CF 71A - Way Too Long Words
We are given several lowercase words and must shorten only the ones that are considered "too long". A word is too long if its length is greater than 10. The shortening rule is very specific.
Rating: 800
Tags: strings
Solve time: 1m 28s
Verified: yes
Solution
Problem Understanding
We are given several lowercase words and must shorten only the ones that are considered "too long". A word is too long if its length is greater than 10.
The shortening rule is very specific. We keep the first character and the last character, then replace everything in between with the count of removed characters. For example, "localization" has 12 characters, so we keep 'l' and 'n', and there are 10 characters between them. The result becomes "l10n".

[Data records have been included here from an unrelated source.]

import { eq, isNull } from 'drizzle-orm';
import type { Preferences, PreferencesView } from '../../domain/preferences';
import { requirePermission, type Actor } from '../actor';
import type { App } from '../app';
import type { Executor } from '../db/database';
import { stream } from '../db/schema/alerts';
import { subscription } from '../db/schema/circulars';
import { telescope } from '../db/schema/network';
import { DomainError, type FieldError } from '../domainError';
import { readPushDevices } from '../notify/pushDeviceStore';

/** What somebody gets, and what they could choose. Nobody gets anything before they asked. */
export async function preferencesView(app: App, actor: Actor | null): Promise<PreferencesView> {
	requirePermission(actor, 'setPreferences');
	return {
		preferences: await readPreferences(app.database, actor.id),
		streams: await readStreams(app.database),
		telescopes: await readTelescopes(app.database),
		pushKey: app.config.vapid?.publicKey ?? null,
		devices: await readPushDevices(app.database, actor.id)
	};
}

export async function savePreferences(
	app: App,
	actor: Actor | null,
	input: Preferences
): Promise<void> {
	requirePermission(actor, 'setPreferences');
	await app.database.transaction(async (tx) => {
		const errors: FieldError[] = [];
		const streams = await readStreams(tx);
		if (!input.streamCodes.every((code) => streams.some((known) => known.code === code))) {
			errors.push({ pointer: '/streamCodes', detail: 'must be streams of this installation' });
		}
		const [chosen] = input.telescopeCode
			? await tx
					.select({ id: telescope.id })
					.from(telescope)
					.where(eq(telescope.code, input.telescopeCode))
			: [];
		if (input.telescopeCode && !chosen) {
			errors.push({ pointer: '/telescopeCode', detail: 'must be a telescope of the network' });
		}
		if (errors.length > 0) throw new DomainError('invalid', 'Some fields are not valid.', errors);
		const values = {
			byEmail: input.byEmail,
			byPush: input.byPush,
			streamCodes: [...new Set(input.streamCodes)].sort(),
			telescopeId: chosen?.id ?? null,
			updatedAt: app.now()
		};
		await tx
			.insert(subscription)
			.values({ personId: actor.id, ...values })
			.onConflictDoUpdate({ target: subscription.personId, set: values });
	});
}

async function readPreferences(executor: Executor, personId: string): Promise<Preferences> {
	const [row] = await executor
		.select({
			byEmail: subscription.byEmail,
			byPush: subscription.byPush,
			streamCodes: subscription.streamCodes,
			telescopeCode: telescope.code
		})
		.from(subscription)
		.leftJoin(telescope, eq(telescope.id, subscription.telescopeId))
		.where(eq(subscription.personId, personId));
	return row ?? { byEmail: false, byPush: false, streamCodes: [], telescopeCode: null };
}

function readStreams(executor: Executor) {
	return executor
		.select({ code: stream.code, name: stream.name })
		.from(stream)
		.where(isNull(stream.retiredAt))
		.orderBy(stream.name);
}

function readTelescopes(executor: Executor) {
	return executor
		.select({ code: telescope.code, name: telescope.name, site: telescope.site })
		.from(telescope)
		.where(isNull(telescope.retiredAt))
		.orderBy(telescope.name);
}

Each input word is processed independently. For every word, we either print it unchanged or print its abbreviation.
The constraints are very small. There are at most 100 words, and each word has length at most 100. Even a straightforward character-by-character solution easily fits within the limits. The total amount of text processed is tiny, so any linear-time approach is more than enough.
The tricky part is not performance, it is handling the boundary conditions correctly.
One common mistake is abbreviating words whose length is exactly 10. The condition says strictly more than 10.
Example input:
1
abcdefghij
Correct output:
abcdefghij
A careless implementation using >= 10 would incorrectly produce:
a8j
Another mistake is computing the middle count incorrectly. The number inserted is the count of characters between the first and last characters, which is len(word) - 2.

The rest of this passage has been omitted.